No, it's good of you to include it, but let's not exagerate: one single tape is hardly going to yield any lost treasures of television. I have no idea if any important show jumping events from the late '70s are missing from the TV archives. I doubt it, but many other shows were carelessly thrown away, including Dad's Army, Doctor Who, The Avengers. 
Now, if there had been a crate full of tapes or films it would have been different. Guess television history is like UE in a way: you're looking at the remains of a great past when many other things have already been demolished.


----------



## DJ-Jamster (Jun 29, 2011)

I also pointed my forum to your post http://golbornevintageradio.co.uk/forum/thread-1004.html


----------



## mummyshambles (Jun 29, 2011)

i think there is a clue in there locationwise....


----------



## nelly (Jun 29, 2011)

mummyshambles said:


> i think there is a clue in there locationwise....



What Harrogate?


----------



## John_D (Jun 30, 2011)

Spiny Norman said:


> That video tape may even contain some program that wasn't kept at the time (Doctor Who is a well known example).
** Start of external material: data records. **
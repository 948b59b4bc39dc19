"""The market and the riskless return side by side, in months and on trading days."""

from __future__ import annotations

from pathlib import Path
from typing import Any

import numpy as np
import pandas as pd
import pytest
from tests.unit import intake_examples as examples

from lineproof.frames import CONTRACTS
from lineproof.intake.factor import (
    RisklessRate,
    join_factor,
    months_of_days,
    on_days,
    on_months,
    read_riskless,
    total_and_excess,
)
from lineproof.problems import KnownProblem

EVERY = np.arange("2001-01-01", "2001-05-01", dtype="datetime64[D]")
WEEKDAYS = EVERY[np.is_busday(EVERY)]


def rate(folder: Path, values: dict[str, float], frequency: str, **changes: Any) -> RisklessRate:
    lines = [f"{date},{value}" for date, value in values.items()]
    file = examples.write(folder / "bills.csv", "\n".join(["date,rf", *lines]) + "\n")
    form = "%Y-%m-%d" if frequency == "daily" else "%Y-%m"
    quoted = changes.pop("quoted", "period_return")
    columns = {"date": "date", "rate": "rf"}
    reading = examples.reading("raw/bills.csv", columns, dates=form, **changes)
    return read_riskless([file], reading, quoted, frequency)


def series(days: np.ndarray, values: Any, name: str = "return") -> pd.DataFrame:
    return pd.DataFrame({"date": days.astype("datetime64[ms]"), name: values})


def test_a_monthly_rate_on_trading_days(tmp_path: Path) -> None:
    monthly = rate(tmp_path, {"2001-01": 0.01, "2001-02": 0.02, "2001-03": 0.03}, "monthly")
    found = on_days(monthly, WEEKDAYS)
    assert found["date"].iloc[[0, -1]].dt.strftime("%Y-%m-%d").tolist() == [
        "2001-01-01",
        "2001-03-30",
    ]
    by_month = (1 + found["riskless"]).groupby(found["date"].dt.month).prod() - 1
    np.testing.assert_allclose(
        by_month, [0.01, 0.02, 0.03], rtol=0, atol=6e-15
    )  # 23 roundings at 1


def test_a_daily_rate_on_trading_days(tmp_path: Path) -> None:
    values = {str(day): 5.0 for day in WEEKDAYS[10:60]}
    daily = rate(tmp_path, values, "daily", quoted="simple_annual_yield", unit="percent")
    found = on_days(daily, WEEKDAYS[5:40])
    assert len(found) == 30
    span = (WEEKDAYS[39] - WEEKDAYS[10]).astype(int) + 1  # the first day counts one
    assert found["riskless"].sum() == pytest.approx(0.05 * span / 365, abs=1e-15)  # 30 roundings
    assert on_days(daily, WEEKDAYS[:5]).empty


def test_an_implausible_daily_rate_stops(tmp_path: Path) -> None:
    daily = rate(tmp_path, {str(day): 5.0 for day in WEEKDAYS}, "daily", quoted="annual_yield")
    with pytest.raises(KnownProblem, match="86 days would earn beyond 3 % a month without risk"):
        on_days(daily, WEEKDAYS)


def test_periods_that_both_have() -> None:
    market = series(WEEKDAYS[3:9], 0.01)
    riskless = series(WEEKDAYS[:6], 0.001, "riskless")
    found = join_factor(market, riskless, "total", "m", "f")
    assert len(found.periods) == 3
    assert (found.begins, found.ends) == ("m", "f")
    np.testing.assert_allclose(found.periods["market_excess"], 0.009, rtol=1e-15)  # one rounding
    excess = join_factor(market, riskless, "excess", "m", "f")
    assert excess.periods["market_excess"].tolist() == [0.01] * 3


def test_without_a_riskless_rate_the_market_alone_bounds_the_study() -> None:
    found = join_factor(series(WEEKDAYS[3:9], 0.01), None, "excess", "m", "")
    assert (found.begins, found.ends) == ("m", "m")
    assert found.periods["riskless"].isna().all()
    assert found.periods["market_excess"].tolist() == [0.01] * 6
    with pytest.raises(ValueError, match="a total return needs a riskless rate"):
        join_factor(series(WEEKDAYS, 0.01), None, "total", "m", "")


def test_nothing_in_common_stops() -> None:
    with pytest.raises(KnownProblem) as caught:
        join_factor(
            series(WEEKDAYS[:3], 0.01),
            series(WEEKDAYS[5:], 0.0, "riskless"),
            "total",
            "m",
            "f",
            "day",
        )
    assert str(caught.value) == (
        "Nothing is left to study.\n  m: it has no day in common with f\n    → compare the dates"
    )


def test_days_compounded_to_months_against_an_obvious_loop() -> None:
    """January is cut off at its start and left out; April ends with its last weekday and counts."""
    rng = np.random.default_rng(9)
    days = WEEKDAYS[8:]
    market, riskless = rng.normal(0, 0.01, len(days)), rng.uniform(0, 2e-4, len(days))
    factor = join_factor(
        series(days, market), series(days, riskless, "riskless"), "total", "m", "f"
    )
    found = months_of_days(factor)
    CONTRACTS["market"].validate(found)
    expected = []
    for month in ("2001-02", "2001-03", "2001-04"):
        total = safe = 1.0
        for day, m, f in zip(days, market, riskless, strict=True):
            if str(day).startswith(month):
                total, safe = total * (1 + m), safe * (1 + f)
        expected.append((total - safe, safe - 1))
    # Some twenty factors are rounded at 1 each.
    np.testing.assert_allclose(found[["market_excess", "riskless"]], expected, rtol=0, atol=1e-14)
    assert found["date"].dt.strftime("%Y-%m-%d").tolist() == [
        "2001-02-28",
        "2001-03-31",
        "2001-04-30",
    ]


def test_excess_returns_of_days_without_a_riskless_rate() -> None:
    found = months_of_days(join_factor(series(WEEKDAYS, 0.01), None, "excess", "m", ""))
    CONTRACTS["market"].validate(found)
    n = [np.sum(WEEKDAYS.astype("datetime64[M]").astype(str) == f"2001-0{m}") for m in (1, 2, 3, 4)]
    np.testing.assert_allclose(
        found["market_excess"], 1.01 ** np.array(n) - 1, rtol=1e-13
    )  # 23 roundings
    assert found["riskless"].isna().all()


def test_a_total_loss_of_the_market_compounds() -> None:
    factor = join_factor(
        series(WEEKDAYS, np.where(np.arange(len(WEEKDAYS)) == 30, -1.0, 0.01)),
        None,
        "excess",
        "m",
        "",
    )
    assert months_of_days(factor)["market_excess"].iloc[1] == -1


def test_a_daily_rate_in_months(tmp_path: Path) -> None:
    """January is cut off and left out; each later month earns its calendar days, from last day to last day."""
    values = {str(day): 3.65 for day in WEEKDAYS[10:]}
    daily = rate(tmp_path, values, "daily", quoted="annual_yield", unit="percent")
    found = on_months(daily)
    assert found["date"].dt.strftime("%Y-%m-%d").tolist() == [
        "2001-02-28",
        "2001-03-31",
        "2001-04-30",
    ]
    # 31 Jan to 28 Feb, to 30 Mar (a Friday), to 30 Apr
    expected = 1.0365 ** (np.array([28, 30, 31]) / 365) - 1
    np.testing.assert_allclose(found["riskless"], expected, rtol=0, atol=6e-15)  # 23 roundings at 1


def test_a_monthly_rate_stays_as_it_is_in_months(tmp_path: Path) -> None:
    monthly = rate(tmp_path, {"2001-01": 0.01, "2001-02": 0.02}, "monthly")
    assert on_months(monthly)["riskless"].tolist() == [0.01, 0.02]


def test_total_and_excess_returns_from_either() -> None:
    given, riskless = np.array([0.05, np.nan, -1.0]), np.array([0.01, 0.01, 0.003])
    total, excess = total_and_excess(given, riskless, "total")
    assert total is given
    np.testing.assert_array_equal(excess, [0.05 - 0.01, np.nan, -1.0 - 0.003])
    again, same = total_and_excess(excess, riskless, "excess")
    np.testing.assert_allclose(again, total, rtol=1e-15)  # one rounding
    assert again[2] == -1
    np.testing.assert_array_equal(same, excess)


def test_without_a_riskless_rate_no_total_return_is_known() -> None:
    total, excess = total_and_excess(np.array([0.05, -1.0]), np.full(2, np.nan), "excess")
    assert np.isnan(total).all()
    assert excess.tolist() == [0.05, -1.0]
It's old enough (late '70s). In the interest of preserving old television, it should perhaps be checked, then put back.


I do know someone that has a working Philips 2000 VCR


----------



## Potter (Jun 30, 2011)

It's not V2000. It's the original Philips VCR format. N1500?


----------



## talkalot (Aug 1, 2011)

Good find dude, i never seem to find little gems like this


----------



## colin haggart (Aug 1, 2011)

*TV repair shop.*

I remember record player just like the one in the first photo.


----------



## dijifletch (Aug 1, 2011)

*solid state radio*

the solid state pocket radio !!!!! wow , i had one of those,mine was blue ,saved up my birthday an pocket money,(i was probably about 7/8 yrs old an im 45 now !)listened to radio luxembourg under the "blankets" 9we didnt have duvets or quilts in those days )many many years ago!! thank you for stirring the memories up 
finds like this should be compulsary made into museums,the past that can never be replaced


----------



## Richard Davies (Aug 2, 2011)

Amberley Chalk Pits has a nice collection of old TV's & radios.


----------



## strokesboy21 (Aug 2, 2011)

*hwy*

nice report dude wish i had stuff like this near me


----------



## John_D (Aug 6, 2011)

Potter said:


> It's not V2000. It's the original Philips VCR format. N1500?
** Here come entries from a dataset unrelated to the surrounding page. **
"""Reading the demo market's files back."""

from __future__ import annotations

import io

import pandas as pd

LISTED_FAULTS = {5, 7, 8, 12, 13, 14, 15, 16, 19, 20, 21, 22, 23, 24, 25}
# Faults after which the row still says what the market did.
HARMLESS = {7, 20, 24, 25}


def clean_rows(demo: dict[str, str | pd.DataFrame]) -> pd.DataFrame:
    """Rows of returns.csv that carry the truth, joined with it and with the riskless rate."""
    lines = demo["returns.csv"].splitlines()
    spoilt = demo["truth_faults"]
    skip = set(spoilt.loc[~spoilt["fault"].isin(HARMLESS), "line"])
    # A run has up to eight lines and a jump two, though only the first is recorded.
    for fault, length in ((21, 8), (22, 2)):
        for line in spoilt.loc[spoilt["fault"] == fault, "line"]:
            skip |= set(range(line, line + length))
    kept = [line for number, line in enumerate(lines, start=1) if number not in skip]
    rows = pd.read_csv(io.StringIO("\n".join(kept)), dtype={"security": str}, na_values=["NA"])
    rows = rows.drop_duplicates(["security", "date"])
    rows = rows.merge(demo["truth_betas"], on=["security", "date"], validate="one_to_one")
    rows["month"] = rows["date"].str[:7]
    monthly = pd.DataFrame({"market": market_return(demo), "riskless": riskless_return(demo)})
    return rows.join(monthly, on="month")


def market_return(demo: dict[str, str | pd.DataFrame]) -> pd.Series:
    return pd.read_csv(io.StringIO(demo["market.csv"]), index_col="month")["total_return"] / 100


def riskless_return(demo: dict[str, str | pd.DataFrame]) -> pd.Series:
    table = pd.read_csv(io.StringIO(demo["riskless.csv"]), index_col="month")
    return (1.0 + table["annual_yield"] / 100) ** (1 / 12) - 1.0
 He's got one of those as well


----------



## WiNgNuTz (Oct 15, 2011)

What a find, some qality looking stuff in there!







My mum used to have a telly exactly like the one in this stack! (Not the top one...)


----------



## UEP-Wales (Oct 15, 2011)

WOW it's all still there then! Lets just hope it stays there rather than in the back of a van


----------



## Potter (Oct 16, 2011)

I'm more hoping it won't all get trashed.


----------



## nelly (Oct 16, 2011)

Urbex-SW said:


> WOW it's all still there then! Lets just hope it stays there rather than in the back of a van



I have no idea mate, I hope so, it's a few hours away from me so I haven't been back


----------



## skeleton key (Oct 16, 2011)

Haha just got ur text mate .Who dragged this old chesnut out of the pitt lol
The place and all items have escaped the attentions to date of the scum bags
Quality splore.
Will see ya tomoz night bud

SK


----------



## nelly (Oct 16, 2011)

skeleton key said:


> Haha just got ur text mate .Who dragged this old chesnut out of the pitt lol
> The place and all items have escaped the attentions to date of the attension of the scum bags
> Quality splore.
> Will see ya tomoz night bud
> ...



The beer is chilling as we speak my friend


----------



## tumbles (Oct 17, 2011)

Cracking fine, one thing that probably dates it a little older than mid 80's is this:






That tin of paint is a tin of Blackfriar QD90 paint - a metal paint - and this instance I think that is 'Landrover Green' colour. 

I don't think QD90 paint was brought out by Blackfriar Paints till the early 1990's - I will have to check with my old man. He was technical works manager at the original factory (the company went bust about 5-6 years ago and the brand & its products was sold on to another company)

You probably won't care too much, it's just I saw that tin and it made me smile. I worked on the shop floor when I was 16 part time in the summers till I graduated.


----------



## Tizzme (Oct 22, 2011)

Spiny Norman said:


> That video tape may even contain some program that wasn't kept at the time (Doctor Who is a well known example). It's old enough (late '70s). In the interest of preserving old television, it should perhaps be checked, then put back.



Have you got something at home to play it on ???


----------



## nelly (Oct 22, 2011)

Tizzme said:


> Have you got something at home to play it on ???



I don't think you'll get a reply mate, Spiny Norman joined after a link to this report was posted on a retro radio and T.V. forum and he hasn't posted anything since


----------